A Chain is composed of multiple connected Chainlets working together to perform
a task.For example, the Chain in the diagram below takes a large audio file as input.
Then it splits it into smaller chunks, transcribes each chunk in parallel
(reducing the end-to-end latency), and finally aggregates and returns the
results.
To build an efficient Chain, we recommend drafting your high level
structure as a flowchart or diagram. This can help you identifying
parallelizable units of work and steps that need different (model/hardware)
resources.If one Chainlet creates many “sub-tasks” by calling other dependency
Chainlets (e.g. in a loop over partial work items),
these calls should be done as aynscio-tasks that run concurrently.
That way you get the most out of the parallelism that Chains offers. This
design pattern is extensively used in the
audio transcription example.
While using asyncio is essential for performance, it can also be tricky.
Here are a few caveats to look out for:
Executing operations in an async function that block the event loop for
more than a fraction of a second. This hinders the “flow” of processing
requests concurrently and starting RPCs to other Chainlets. Ideally use
native async APIs. Frameworks like vLLM or triton server offer such APIs,
similarly file downloads can be made async and you might find
AsyncBatcher useful.
If there is no async support, consider running blocking code in a
thread/process pool (as an attribute of a Chainlet).
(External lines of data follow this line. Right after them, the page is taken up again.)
impl PortObjective {
    /// The loss for `arch` and `port` under `norm`.
    pub fn new(dof: usize, arch: EnergyArch, port: PortArch, norm: &Normalization) -> Self {
        let c = (0..2 * dof)
            .map(|i| (norm.scale[i] / (norm.rate_scale[i] * norm.energy_scale)).sqrt())
            .collect();
        Self {
            hnn: HnnObjective::new(dof, arch, norm),
            port,
            c,
        }
    }

    /// dE/dz into `work.hnn`, and the port networks' outputs for the rows
    /// of `z`.
    fn forward(&self, p: &[f32], z: ArrayView2<'_, f32>, work: &mut PortWork) {
        let n = self.hnn.dof;
        let ne = self.hnn.param_count();
        let (pe, pp) = p.split_at(ne);
        self.hnn
            .energy_gradient(pe, z.slice(s![.., ..2 * n]), &mut work.hnn);
        let (pl, pg) = pp.split_at(self.port.l_count(n));
        let zq = z.slice(s![.., ..n]);
        if let Some(shape) = self.port.dissipation_net(n) {
            net::forward(&shape, pl, zq, &mut work.l_net);
        }
        if let Some(shape) = self.port.input_net(n) {
            net::forward(&shape, pg, zq, &mut work.g_net);
        }
    }

    /// Normalized predictions (rows x 2n) for parameters `p` at rows of `z`.
    pub fn predict(&self, p: &[f32], z: ArrayView2<'_, f32>) -> Array2<f32> {
        let n = self.hnn.dof;
        let d = 2 * n;
        let mut work = PortWork::default();
        self.forward(p, z, &mut work);
        let pp = &p[self.hnn.param_count()..];
        let (pl, pg) = pp.split_at(self.port.l_count(n));
        let l_net = self.port.dissipation_net(n).map(|s| (s, &work.l_net));
        let g_net = self.port.input_net(n).map(|s| (s, &work.g_net));
        let mut out = Array2::zeros((z.nrows(), d));
        let mut row = vec![0.0f32; d];
        for b in 0..z.nrows() {
            let (l, g) = (entries(&l_net, pl, b), entries(&g_net, pg, b));
            self.predict_row(&l, &g, work.hnn.u.row(b), z.row(b), &mut row);
            out.row_mut(b).assign(&ArrayView1::from(&row));
        }
        out
    }

    /// One row's prediction from dE/dz (`u`), the entries of L and G, and
    /// the row of `z`.
    fn predict_row(
        &self,
        l: &RowRef<'_>,
        g: &RowRef<'_>,
        u: ArrayView1<'_, f32>,
        z: ArrayView1<'_, f32>,
        out: &mut [f32],
    ) {
        let n = self.hnn.dof;
        let d = 2 * n;
        let m = self.port.inputs;
        for (i, o) in out.iter_mut().enumerate().take(d) {
            let src = if i < n { n + i } else { i - n };
            *o = self.hnn.gains[i] * u[src];
        }
        if self.port.dissipation {
            let v: Vec<f32> = (0..n).map(|j| u[n + j] / self.c[n + j]).collect();
            let y = llt_times(l, n, &v);
            for i in 0..n {
                out[n + i] -= self.c[n + i] * y[i];
            }
        }
        for (i, o) in out.iter_mut().enumerate().take(d) {
            for k in 0..m {
                *o += g.get(i * m + k) * z[d + k];
            }
        }
    }
}

/// L L^T v for L packed row by row (n x n lower triangle).
fn llt_times(l: &RowRef<'_>, n: usize, v: &[f32]) -> Vec<f32> {
    let w = lt_times(l, n, v);
    (0..n)
        .map(|i| (0..=i).map(|j| l.get(tri_index(i, j)) * w[j]).sum())
        .collect()
}

/// L^T v for L packed row by row.
fn lt_times(l: &RowRef<'_>, n: usize, v: &[f32]) -> Vec<f32> {
    (0..n)
        .map(|j| (j..n).map(|i| l.get(tri_index(i, j)) * v[i]).sum())
        .collect()
}

impl Objective for PortObjective {
    type Work = PortWork;

    fn param_count(&self) -> usize {
        self.hnn.param_count() + self.port.param_count(self.hnn.dof)
    }

    fn loss_sum(
        &self,
        p: &[f32],
        z: ArrayView2<'_, f32>,
        t: ArrayView2<'_, f32>,
        work: &mut PortWork,
        grad: Option<&mut [f32]>,
    ) -> f64 {
        let n = self.hnn.dof;
        let d = 2 * n;
        let m = self.port.inputs;
        let ne = self.hnn.param_count();
        self.forward(p, z, work);
        let (pe, pp) = p.split_at(ne);
        let lc = self.port.l_count(n);
        let (pl, pg) = pp.split_at(lc);
        let (l_shape, g_shape) = (self.port.dissipation_net(n), self.port.input_net(n));
        let rows = z.nrows();
        if l_shape.is_some() && work.dl.dim() != (rows, PortArch::l_entries(n)) {
            work.dl = Array2::zeros((rows, PortArch::l_entries(n)));
        }
        if g_shape.is_some() && work.dg.dim() != (rows, d * m) {
            work.dg = Array2::zeros((rows, d * m));
        }
        let inv_d = 1.0 / d as f32;
        // Gradients of constant L and G; network terms collect per-row
        // output gradients in `dl`, `dg` instead.
        let mut port_grad = vec![0.0f32; pp.len()];
        let mut pred = vec![0.0f32; d];
        let mut w = vec![0.0f32; d];
        let mut row_dl = vec![0.0f32; PortArch::l_entries(n)];
        let mut total = 0.0f64;
        let PortWork {
            hnn,
            l_net,
            g_net,
            dl,
            dg,
        } = work;
        let l_rows = l_shape.clone().map(|s| (s, &*l_net));
        let g_rows = g_shape.clone().map(|s| (s, &*g_net));
        for b in 0..rows {
            let (l, g) = (entries(&l_rows, pl, b), entries(&g_rows, pg, b));
            self.predict_row(&l, &g, hnn.u.row(b), z.row(b), &mut pred);
            let mut row_sum = 0.0f32;
            for i in 0..d {
                let e = pred[i] - t[[b, i]];
                row_sum += e * e;
                w[i] = 2.0 * e * inv_d;
                let src = if i < n { n + i } else { i - n };
                hnn.r[[b, src]] = w[i] * self.hnn.gains[i];
            }
            total += (row_sum * inv_d) as f64;
            if self.port.dissipation {
                // pred_p -= C L L^T C^-1 u_p: with a = C w_p, v = C^-1 u_p,
                // d/du_p = -C^-1 L L^T a, d/dL = -(a (L^T v)^T + v (L^T a)^T).
                let a: Vec<f32> = (0..n).map(|i| self.c[n + i] * w[n + i]).collect();
                let v: Vec<f32> = (0..n).map(|j| hnn.u[[b, n + j]] / self.c[n + j]).collect();
                let back = llt_times(&l, n, &a);
                for (j, bj) in back.iter().enumerate() {
                    hnn.r[[b, n + j]] -= bj / self.c[n + j];
                }
                let ltv = lt_times(&l, n, &v);
                let lta = lt_times(&l, n, &a);
                for i in 0..n {
                    for j in 0..=i {
                        row_dl[tri_index(i, j)] = -(a[i] * ltv[j] + v[i] * lta[j]);
                    }
                }
                if l_shape.is_some() {
                    dl.row_mut(b).assign(&ArrayView1::from(&row_dl));
                } else {
                    port_grad[..lc]
                        .iter_mut()
                        .zip(&row_dl)
                        .for_each(|(acc, v)| *acc += v);
                }
            }
            for i in 0..d {
                for k in 0..m {
                    let v = w[i] * z[[b, d + k]];
                    if g_shape.is_some() {
                        dg[[b, i * m + k]] = v;
                    } else {
                        port_grad[lc + i * m + k] += v;
                    }
                }
            }
        }
        let Some(grad) = grad else { return total };
        let (ge, gp) = grad.split_at_mut(ne);
        self.hnn.backprop(pe, z.slice(s![.., ..d]), hnn, ge);
        gp.iter_mut().zip(&port_grad).for_each(|(a, b)| *a += b);
        let (gl, gg) = gp.split_at_mut(lc);
        if let Some(shape) = &l_shape {
            net::backprop_output_loss(shape, pl, dl.view(), l_net, gl);
        }
        if let Some(shape) = &g_shape {
            net::backprop_output_loss(shape, pg, dg.view(), g_net, gg);
        }
        total
    }
}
Creating async tasks (e.g. with asyncio.ensure_future) does not start
the task immediately. In particular, when starting several tasks in a loop,
ensure_future must be alternated with operations that yield to the event
loop that, so the task can be started. If the loop is not async for or
contains other await statements, a “dummy” await can be added, for example
await asyncio.sleep(0). This allows the tasks to be started concurrently.